THEORY OF ELASTICITY

M. A. MALKOV

A TWO-DIMENSIONAL PROBLEM ON THE ELASTIC COLLISION OF RODS

(Presented by Academician S. L. Sobolev on 13 VIII 1962)

Since the solution of problems on the collision of cylindrical rods reduces to quadratures from the solution of the two-dimensional problem on the collision of flat rods \((^1)\), we proceed to finding the latter.

Let two flat semi-infinite rods move toward one another with the same velocity \(v\); the collision occurs at the time \(t = 0\), and the coordinate system is chosen as shown in Fig. 1.

The interaction of the rods is described by the equations of motion of elastic bodies

\[ \frac{\partial^2 u_x}{\partial t^2} = a^2 \frac{\partial \Delta}{\partial x} - b^2 \frac{\partial \omega}{\partial y}, \qquad \frac{\partial^2 u_y}{\partial t^2} = a^2 \frac{\partial \Delta}{\partial y} + b^2 \frac{\partial \omega}{\partial x}, \tag{1} \]

where \(a\) is the velocity of propagation of longitudinal disturbances, \(b\) that of transverse disturbances \((a \ge \sqrt{2}\,b)\); \(u_x\) and \(u_y\) are the components of the displacement vector \(u\); \(\Delta\) is the volume-strain function: \(\Delta = \partial u_x/\partial x + \partial u_y/\partial y\); \(\omega\) is the shear-strain function: \(\omega = \partial u_y/\partial x - \partial u_x/\partial y\).

According to equations (1), the functions \(\Delta\) and \(\omega\) satisfy the wave equations

\[ \frac{\partial^2 \Delta}{\partial t^2} = a^2 \left( \frac{\partial^2 \Delta}{\partial x^2} + \frac{\partial^2 \Delta}{\partial y^2} \right), \qquad \frac{\partial^2 \omega}{\partial t^2} = b^2 \left( \frac{\partial^2 \omega}{\partial x^2} + \frac{\partial^2 \omega}{\partial y^2} \right). \]

Fig. 1. Origin and propagation of rupture lines during the collision of rods

The solution of equations (1) must satisfy the initial conditions at \(t = 0\):

\[ u_x = 0,\qquad u_y = 0,\qquad \frac{\partial u_x}{\partial t} = 0,\qquad \frac{\partial u_y}{\partial t} = -v \ \text{for } y>0,\qquad \frac{\partial u_y}{\partial t} = v \ \text{for } y<0 \]

and the boundary conditions at \(|x| = d/2\), where \(d\) is the thickness of the rods:

\[ a^2 \frac{\partial u_x}{\partial x} + (a^2 - 2b^2)\frac{\partial u_y}{\partial y} = 0, \]

\[ \frac{\partial u_y}{\partial x} + \frac{\partial u_x}{\partial y} = 0. \]

There exist several methods for solving problems of elastic impact, for example the methods of Hertz, Fourier, Laplace, Sobolev, and others.
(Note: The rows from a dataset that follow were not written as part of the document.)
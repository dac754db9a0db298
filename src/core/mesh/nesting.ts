/** How many closed pieces surround each closed piece: a cavity's wall is a piece inside another one. */

/** Places of a piece that are looked at. All must lie inside: a shell that only pokes into another is not within it. */
const PROBES = 24;

/**
 * @param open  pieces that are not closed: they surround nothing and are asked nothing
 * @returns number of surrounding closed pieces, one a piece; 0 for open ones
 */
export function nestingDepth(
  x: Float64Array,
  t: Uint32Array,
  pieceOf: Int32Array,
  open: readonly boolean[],
): Uint32Array {
  const count = open.length;
  const depth = new Uint32Array(count);
  if (count - open.filter((o) => o).length < 2) return depth;
  const box = boxes(x, t, pieceOf, count);
  const facesOf = faceLists(pieceOf, count);
  for (let outer = 0; outer < count; outer++) {
    if (open[outer]) continue;
    const inner: number[] = [];
    for (let p = 0; p < count; p++) if (p !== outer && !open[p] && boxInside(box, p, outer)) inner.push(p);
    if (inner.length === 0) continue;
    const above = columns(x, t, facesOf(outer), box, outer);
    for (const p of inner) {
      const faces = facesOf(p);
      const step = Math.max(1, Math.floor(faces.length / PROBES));
      let inside = true;
      for (let i = 0; i < faces.length && inside; i += step) {
        const [a, b, c] = [3 * t[3 * faces[i]], 3 * t[3 * faces[i] + 1], 3 * t[3 * faces[i] + 2]];
        inside =
          above(
            (x[a] + x[b] + x[c]) / 3,
            (x[a + 1] + x[b + 1] + x[c + 1]) / 3,
            (x[a + 2] + x[b + 2] + x[c + 2]) / 3,
          ) %
            2 ===
          1;
      }
      if (inside) depth[p]++;
    }
  }
  return depth;
}

/**
 * Counts the facets above a place. Facets are kept in a grid over x and y. Edges count on one side only (half open, taken
 * from the lower vertex number), so that a place right under an edge or a vertex is counted once.
 */
function columns(x: Float64Array, t: Uint32Array, faces: Uint32Array, box: Float64Array, piece: number) {
  const [x0, y0, x1, y1] = [box[6 * piece], box[6 * piece + 1], box[6 * piece + 3], box[6 * piece + 4]];
  const n = Math.max(1, Math.min(512, Math.floor(Math.sqrt(faces.length))));
  const cellX = (v: number): number =>
    Math.max(0, Math.min(n - 1, Math.floor(((v - x0) / (x1 - x0 || 1)) * n)));
  const cellY = (v: number): number =>
    Math.max(0, Math.min(n - 1, Math.floor(((v - y0) / (y1 - y0 || 1)) * n)));
  const lists: number[][] = Array.from({ length: n * n }, () => []);
  for (const f of faces) {
    const [a, b, c] = [3 * t[3 * f], 3 * t[3 * f + 1], 3 * t[3 * f + 2]];
    const i1 = cellX(Math.max(x[a], x[b], x[c]));
    const j0 = cellY(Math.min(x[a + 1], x[b + 1], x[c + 1]));
    const j1 = cellY(Math.max(x[a + 1], x[b + 1], x[c + 1]));
    for (let i = cellX(Math.min(x[a], x[b], x[c])); i <= i1; i++)
      for (let j = j0; j <= j1; j++) lists[i * n + j].push(f);
  }
  /** Whether the ray from (px, py) along +x crosses the edge; the same answer for both facets of the edge. */
  const crosses = (u: number, v: number, px: number, py: number): boolean => {
    const [a, b] = u < v ? [3 * u, 3 * v] : [3 * v, 3 * u];
    if (x[a + 1] <= py === x[b + 1] <= py) return false;
    return px < x[a] + ((py - x[a + 1]) / (x[b + 1] - x[a + 1])) * (x[b] - x[a]);
  };
  return (px: number, py: number, pz: number): number => {
    let above = 0;
    for (const f of lists[cellX(px) * n + cellY(py)]) {
      const [a, b, c] = [t[3 * f], t[3 * f + 1], t[3 * f + 2]];
      const odd =
        (crosses(a, b, px, py) ? 1 : 0) ^ (crosses(b, c, px, py) ? 1 : 0) ^ (crosses(c, a, px, py) ? 1 : 0);
      if (odd && heightAt(x, 3 * a, 3 * b, 3 * c, px, py) > pz) above++;
    }
    return above;
  };
}

function heightAt(x: Float64Array, a: number, b: number, c: number, px: number, py: number): number {
  const ux = x[b] - x[a],
    uy = x[b + 1] - x[a + 1],
    uz = x[b + 2] - x[a + 2];
  const vx = x[c] - x[a],
    vy = x[c + 1] - x[a + 1],
    vz = x[c + 2] - x[a + 2];
  const d = ux * vy - uy * vx;
  // A facet seen edge on covers no area in x and y, so it is never asked; d = 0 can only be rounding.
  if (d === 0) return x[a + 2];
  const s = ((px - x[a]) * vy - (py - x[a + 1]) * vx) / d;
  const r = (ux * (py - x[a + 1]) - uy * (px - x[a])) / d;
  return x[a + 2] + s * uz + r * vz;
}

function boxes(x: Float64Array, t: Uint32Array, pieceOf: Int32Array, count: number): Float64Array {
  const box = new Float64Array(6 * count);
  for (let p = 0; p < count; p++) {
    box.fill(Infinity, 6 * p, 6 * p + 3);
    box.fill(-Infinity, 6 * p + 3, 6 * p + 6);
  }
  for (let c = 0; c < t.length; c++) {
    const p = 6 * pieceOf[(c / 3) | 0];
    for (let i = 0; i < 3; i++) {
      const v = x[3 * t[c] + i];
      if (v < box[p + i]) box[p + i] = v;
      if (v > box[p + 3 + i]) box[p + 3 + i] = v;
    }
  }
  return box;
}

function boxInside(box: Float64Array, p: number, outer: number): boolean {
  for (let i = 0; i < 3; i++)
    if (box[6 * p + i] < box[6 * outer + i] || box[6 * p + 3 + i] > box[6 * outer + 3 + i]) return false;
  return true;
}

function faceLists(pieceOf: Int32Array, count: number): (p: number) => Uint32Array {
  const start = new Uint32Array(count + 1);
  for (const p of pieceOf) start[p + 1]++;
  for (let p = 0; p < count; p++) start[p + 1] += start[p];
  const fill = start.slice(0, count);
  const list = new Uint32Array(pieceOf.length);
  for (let f = 0; f < pieceOf.length; f++) list[fill[pieceOf[f]]++] = f;
  return (p) => list.subarray(start[p], start[p + 1]);
}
It can be shown that the Hertz method, for practically all materials, overestimates the average pressu-

at the contact point of the colliding bodies, i.e., it overestimates the resistance force during impact. A critique of the Fourier method was given by S. L. Sobolev. The critique of the Laplace method is analogous. S. L. Sobolev’s method is the most perfect; however, as a rule, this method is applied to potentials or displacement functions, which makes it somewhat cumbersome. In the present work this method is applied to the strain functions \(\Delta\) and \(\omega\).
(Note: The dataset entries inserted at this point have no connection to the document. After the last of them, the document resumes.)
/** The figure as a flash of a block would lay it: mirrored, turned, scaled, then moved. */
const placed =
  (d: Distance, mirror: string, turn: number, s: number, tx: number, ty: number): Distance =>
  (x, y) => {
    const a = (-turn * Math.PI) / 180;
    const [u, v] = [x - tx, y - ty];
    const [p, q] = [(Math.cos(a) * u - Math.sin(a) * v) / s, (Math.sin(a) * u + Math.cos(a) * v) / s];
    return s * d(mirror.includes('X') ? -p : p, mirror.includes('Y') ? -q : q);
  };

function inside(rings: readonly Float64Array[], x: number, y: number): boolean {
  let winding = 0;
  for (const r of rings)
    for (let i = 0; i < r.length; i += 2) {
      const j = (i + 2) % r.length;
      const [ax, ay, bx, by] = [r[i], r[i + 1], r[j], r[j + 1]];
      if (ay <= y !== by <= y) {
        const left = (bx - ax) * (y - ay) - (by - ay) * (x - ax) > 0;
        if (by > ay && left) winding++;
        if (by < ay && !left) winding--;
      }
    }
  return winding !== 0;
}

describe('a plain painter, point by point, sees the same copper', () => {
  test('draws, flashes, macros, regions, clear polarity, repeats and blocks in any order, seed 5202', async () => {
    const random = randomFrom(5202);
    const r3 = (from: number, to: number): number =>
      Math.round(1000 * (from + (to - from) * random())) / 1000;
    const pick = <T>(...of: T[]): T => of[Math.floor(random() * of.length)];
    let compared = 0;
    for (let round = 0; round < 40; round++) {
      const lines = [
        ...MM,
        ...[
          '%ADD10C,0.8*%',
          '%ADD11R,1.7X0.9*%',
          '%AMRING*1,1,$1,$3,0*1,0,$2,$3,0*%',
          '%ADD12RING,2.4X1.1X0.7*%',
        ],
        ...['%ADD13C,1.5X0.6*%', '%ADD14R,0.7X0.7*%', 'G75*', 'G01*'],
      ];
      /** One thing at random, within 6 mm of the origin: its lines, and what a painter does. */
      const thing = (): Painted => {
        const dark = random() < 0.65;
        lines.push(dark ? '%LPD*%' : '%LPC*%');
        const [x, y] = [r3(-6, 6), r3(-6, 6)];
        switch (pick('draw', 'box', 'ring', 'hole', 'region', 'square')) {
          case 'draw': {
            const [u, v] = [r3(-6, 6), r3(-6, 6)];
            lines.push('D10*', `${xy(x, y)}D02*`, `${xy(u, v)}D01*`);
            return { dark, distance: segment(x, y, u, v, 0.4) };
          }
          case 'square': {
            const u = r3(-6, 6);
            lines.push('D14*', `${xy(x, y)}D02*`, `X${um(u)}D01*`);
            return { dark, distance: rectangle((x + u) / 2, y, Math.abs(u - x) + 0.7, 0.7) };
          }
          case 'box':
            lines.push('D11*', `${xy(x, y)}D03*`);
            return { dark, distance: rectangle(x, y, 1.7, 0.9) };
          case 'ring':
            lines.push('D12*', `${xy(x, y)}D03*`);
            return { dark, distance: ring(x + 0.7, y, 2.4, 1.1) };
          case 'hole':
            lines.push('D13*', `${xy(x, y)}D03*`);
            return { dark, distance: ring(x, y, 1.5, 0.6) };
          default: {
            const [w, h] = [r3(0.5, 5), r3(0.5, 5)];
            // Clockwise: the way round says nothing in Gerber.
            lines.push(
              'G36*',
              `${xy(x, y)}D02*`,
              `Y${um(y + h)}D01*`,
              `X${um(x + w)}D01*`,
              `Y${um(y)}D01*`,
              `X${um(x)}D01*`,
              'G37*',
            );
            return { dark, distance: rectangle(x + w / 2, y + h / 2, w, h) };
          }
        }
      };
      const painted: Painted[] = [];
      for (let k = 0; k < 8; k++) {
        const kind = pick('one', 'one', 'one', 'repeat', 'block');
        if (kind === 'one') painted.push(thing());
        else if (kind === 'repeat') {
          const [dx, dy] = [r3(0, 4), r3(0, 4)];
          lines.push(`%SRX2Y3I${dx}J${dy}*%`);
          const unit = [thing(), thing()];
          lines.push('%SR*%');
          for (let i = 0; i < 2; i++)
            for (let j = 0; j < 3; j++)
              for (const p of unit)
                painted.push({ dark: p.dark, distance: (x, y) => p.distance(x - i * dx, y - j * dy) });
        } else {
          lines.push(`%ABD${30 + k}*%`);
          const unit = [thing(), thing()];
          lines.push('%AB*%');
          const [mirror, turn, s] = [pick('N', 'X', 'Y', 'XY'), pick(0, 90, 33, -120), pick(1, 0.6, 1.4)];
          const dark = random() < 0.7;
          const [tx, ty] = [r3(-3, 3), r3(-3, 3)];
          lines.push(`%LM${mirror}*%`, `%LR${turn}*%`, `%LS${s}*%`, dark ? '%LPD*%' : '%LPC*%');
          lines.push(`D${30 + k}*`, `${xy(tx, ty)}D03*`, '%LMN*%', '%LR0*%', '%LS1*%');
          for (const p of unit)
            painted.push({ dark: p.dark === dark, distance: placed(p.distance, mirror, turn, s, tx, ty) });
        }
      }
      const d = await read([...lines, 'M02*']);
      expect(d.notes).toEqual([]);
      const whole = await covered(flat, d.shapes, 0.005);
      for (let k = 0; k < 400; k++) {
        const [x, y] = [16 * random() - 8, 16 * random() - 8];
        // Within three tolerances of any edge flattening decides.
        if (painted.some((p) => Math.abs(p.distance(x, y)) < 0.015)) continue;
        let copper = false;
        for (const p of painted) if (p.distance(x, y) < 0) copper = p.dark;
        compared++;
        if (inside(whole, x, y) !== copper)
          expect.fail(`round ${round}, at ${x}, ${y}: copper should be ${copper}\n${lines.join('\n')}`);
      }
    }
    expect(compared).toBeGreaterThan(10_000);
  });
});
After the collision of the rods, the discontinuity in the initial conditions decomposes, leading to the appearance of a number of moving lines of discontinuity (Fig. 1).

The solution in region \(I\) has the form

\[ \Delta=\omega=0,\qquad u_x=0, \]

\[ u_y=-vt \quad \text{for } y>0, \]

\[ u_y=vt \quad \text{for } y<0. \]

In region \(II\)

\[ \Delta=-\frac{v}{a},\qquad \omega=0, \]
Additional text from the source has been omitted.